Going back to medicine, we started a proposal for a project recently, headed by EPFL. This project compasses about 165 PIs. It is called the Human Brain Project. It is about simulating the human brain, being able to harness the data, starting from the molecules, all the way up to the brain and cognition – going through neurons, synapses and micro and meso and macro circuits, all the way up to the whole picture of the brain – then being able to harness all of that data and understand how the brain works.
This is, by and large, a data integration problem. We need to be able to integrate data knowledge through patterns and routes, and through models that we have, to understand how the brain works. As a very simple example, imagine a neuroscientist looking at this picture, seeing something interesting, and wanting to drug his or her mouse around the area that they are interested in and go directly in there and get more information – go deeply in there and get more information. That is not even possible if you have to go through the entire set of data to figure out where this area is and get the data that is needed to show the neuroscientist. If I take too long to do that, the neuroscientist is just going to lose context. He or she won’t even remember why they asked for that piece of data. I have to do this instantaneously. That is very important. That is why efficient data management is key here.
So, bridging is the key. Communication is the key, communication between computer science and all the other domain sciences. The brain scientist has to tell me what they need in order for me to be able to provide the appropriate methods for them to find it – the astronomer the same thing. Interdisciplinary research is a very important thing, but also in order to bridge the gap between data connection and data processing.
I am going to end with a duality of my science, which is essential – its service nature to other sciences, and at the same time its introspective nature to cope with the growth of the underlying technology. Building algorithms to do work is a difficult thing. You have to build a sequence of steps, describe what you need to do and then get to the target.

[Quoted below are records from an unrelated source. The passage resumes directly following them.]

import type { ReadOptions } from '#engine/weather-files/read-options.ts';
import { standardZoneAt } from '../../features/stations/standard-zone-at.ts';
import { type CommandArguments, WrongUse } from './command-arguments.ts';
import { openFile } from './open-file.ts';

/** What a schema answers, as far as it is looked at here. */
interface Schema<T> {
  safeParse(
    value: unknown,
  ):
    | { success: true; data: T }
    | { success: false; error: { issues: readonly { message: string; path: readonly PropertyKey[] }[] } };
}

/**
 * What the command line says of its files: answers, the place, the mapping of a table, and zones by position.
 * @throws WrongUse on a file that does not hold what it should
 */
export async function statedOptions(args: CommandArguments, callerDir: string): Promise<ReadOptions> {
  const { answers, mapping } = await statedInFiles(args, callerDir);
  return {
    zoneAt: standardZoneAt,
    ...answers,
    ...(args.place === null ? {} : { place: { ...answers.place, ...args.place } }),
    ...(mapping === null ? {} : { mapping }),
  };
}

/** The schemas are a third of all modules of the command, and nearly every call goes without. */
async function statedInFiles(args: CommandArguments, callerDir: string) {
  if (args.answers === null && args.columns === null) return { answers: {}, mapping: null };
  const { StatedBody, TableMappingBody } = await import('#contract/weather-answers.ts');
  return {
    answers: args.answers === null ? {} : await openJson(args.answers, StatedBody, callerDir),
    mapping: args.columns === null ? null : await openJson(args.columns, TableMappingBody, callerDir),
  };
}

async function openJson<T>(file: string, schema: Schema<T>, callerDir: string): Promise<T> {
  const bytes = await openFile(file, callerDir);
  if (typeof bytes === 'string') throw new WrongUse(bytes);
  const parsed = schema.safeParse(jsonOf(bytes, file));
  if (parsed.success) return parsed.data;
  const faults = parsed.error.issues.map(({ message, path }) => `${path.join('.') || 'the whole'}: ${message}`);
  throw new WrongUse(`${file} does not hold what it should. ${faults.join(' ')}`);
}

function jsonOf(bytes: Uint8Array, file: string): unknown {
  try {
    return JSON.parse(new TextDecoder().decode(bytes));
  } catch {
    throw new WrongUse(`${file} is not JSON.`);
  }
}
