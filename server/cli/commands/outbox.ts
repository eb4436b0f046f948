import { listOutbox } from '../../mail/mail-store.ts';
import type { CommandContext, ExitCode } from '../command.ts';
import { withHomeDatabase } from '../home-database.ts';
import { WrongUse } from './command-arguments.ts';
import { printResult, say } from './print-result.ts';

/** `muslin outbox`: every mail that has not gone out, those that open an account among them, for whoever runs the server. */
export async function outbox(context: CommandContext): Promise<ExitCode> {
  if (context.args.length > 0) throw new WrongUse('Nothing follows muslin outbox.');
  const mails = await withHomeDatabase(context, listOutbox);
  for (const { at, recipient, subject, text, failure } of mails)
    printResult({ at: at.toISOString(), to: recipient, subject, text, failure });
  if (mails.length === 0) say('No mail waits.');
  return 0;
}
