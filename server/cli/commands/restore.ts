import { existsSync } from 'node:fs';
import path from 'node:path';
import { parseArgs } from 'node:util';
import { DamagedArchive } from '../../storage/read-zip.ts';
import { configuredStore } from '../backup/configured-store.ts';
import { type Manifest, secretsMarkOf } from '../backup/manifest.ts';
import { restoreBackup } from '../backup/restore-backup.ts';
import { refuseNewer, verifyBackup } from '../backup/verify-backup.ts';
import { SUPERUSER } from '../cluster.ts';
import type { CommandContext, ExitCode } from '../command.ts';
import { CouldNotRun } from '../could-not-run.ts';
import { type Home, homePath, openHome } from '../home.ts';
import { DATABASE, withStartedCluster } from '../home-database.ts';
import { requirePackages } from '../packages.ts';
import { WrongUse } from './command-arguments.ts';
import { printResult, say } from './print-result.ts';

/** `muslin restore FILE`: puts a backup into a home. Nothing of the home is touched before all of the archive has been read and checked. */
export async function restore(context: CommandContext): Promise<ExitCode> {
  const { file, over } = readRestoreArguments(context);
  const { signal } = context;
  if (!existsSync(file)) throw new CouldNotRun(`There is no file ${file}.`);
  const dir = homePath({ ...context, named: process.env.MUSLIN_HOME ?? '' });
  if (existsSync(path.join(dir, 'pg-port')) && !over) {
    throw new CouldNotRun(
      `${dir} holds a database already. Name an empty MUSLIN_HOME, or put the backup in its place with --over: what is there is lost.`,
    );
  }
  try {
    say('Reading the archive, every byte of it.');
    const manifest = await verifyBackup(file, { signal, say });
    await refuseNewer(manifest);
    await requirePackages(['postgresql'], signal);
    const home = openHome(dir);
    await withStartedCluster(home, ({ port }) => restoreInto(home, { port, file, manifest, signal }));
    sumUp(home, { file, manifest });
    return 0;
  } catch (error) {
    if (!(error instanceof DamagedArchive)) throw error;
    say(`${file} is damaged and was not restored. ${error.message}`);
    return 1;
  }
}

async function restoreInto(
  home: Home,
  { port, file, manifest, signal }: { port: number; file: string; manifest: Manifest; signal: AbortSignal },
): Promise<void> {
  const { superuserPassword, ownerPassword, appPassword } = home.secrets;
  const superuser = { name: SUPERUSER, password: superuserPassword };
  const target = {
    server: { port, superuser, ownerPassword, appPassword },
    database: DATABASE,
    storage: await configuredStore(home),
    uploadsDir: home.uploadsDir,
  };
  await restoreBackup(target, { file, manifest, signal, say });
}

function sumUp(home: Home, { file, manifest }: { file: string; manifest: Manifest }): void {
  const { madeAt, missing, tables, entries } = manifest;
  const rows = Object.values(tables).reduce((sum, table) => sum + table.rows, 0);
  const originals = Object.keys(entries).length - 1;
  const sameSecrets = home.secrets.sessionSecrets.map(secretsMarkOf).includes(manifest.secretsMark);
  printResult({ home: home.dir, file, madeAt, rows, originals, missing, sameSecrets });
  say(`Restored what was there on ${madeAt}: ${rows} rows and ${originals} originals, each checked.`);
  if (missing.length > 0) say(`Originals that were missing when the backup was made: ${missing.join(', ')}.`);
  if (sameSecrets) return;
  say(
    `The secrets of ${home.dir} are not those of the backup: everybody signs in anew, and whoever has a second factor needs a recovery code. With the secrets.json of the old home in its place, put there before restoring, nothing of this is so.`,
  );
}

function readRestoreArguments({ args, callerDir }: CommandContext): { file: string; over: boolean } {
  try {
    const options = { over: { type: 'boolean', default: false } } as const;
    const { positionals, values } = parseArgs({ args: [...args], options, allowPositionals: true });
    const [file, ...more] = positionals;
    if (file !== undefined && file !== '' && more.length === 0)
      return { file: path.resolve(callerDir, file), over: values.over };
  } catch (error) {
    throw new WrongUse(error instanceof Error ? error.message : String(error));
  }
  throw new WrongUse('Name the one archive to restore: muslin restore FILE.');
}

Consider cooking for example. Cooking is a tedious process for many. It is an enjoyable process for a lot of people. A chef who wants to cook a seven-course meal has a timeframe. Now, this seven-course meal requires ten hours to do. The chef says: “I need ten hours.” The restaurant owner says: “That is not good enough; I need it in fifteen minutes.” I am going to give you 40 sous chefs who are going to do it for you in due time, because 10 hours by 40 gives us 15 minutes. So, just divide the work to them. Isn’t that simple? Well, that is not really very simple, right? The reason why it is not simple is that you cannot really divide the work just like that. The flavours don’t mix if you don’t mix them correctly, if you just divide the ingredients around. But there is another even subtler problem. Say that you are smart as a chef and that you divided the work correctly. What if there is only one saltshaker? Putting salt on the dish is a process that takes a split second, but putting salt when 40 people are waiting to put salt basically makes 39 people wait. So, all this parallelism doesn’t work. Use of critical resources is very important to be done correctly. That is a very difficult problem, because a human brain is used to work through a sequence of steps.
This is what a computer looks like today. It is a highly parallel machine and that is why we need to get past that hurdle. Finally, data-driven science is what we have today. We are bridging computer science with all the main sciences to harness data into useful information. Thank you.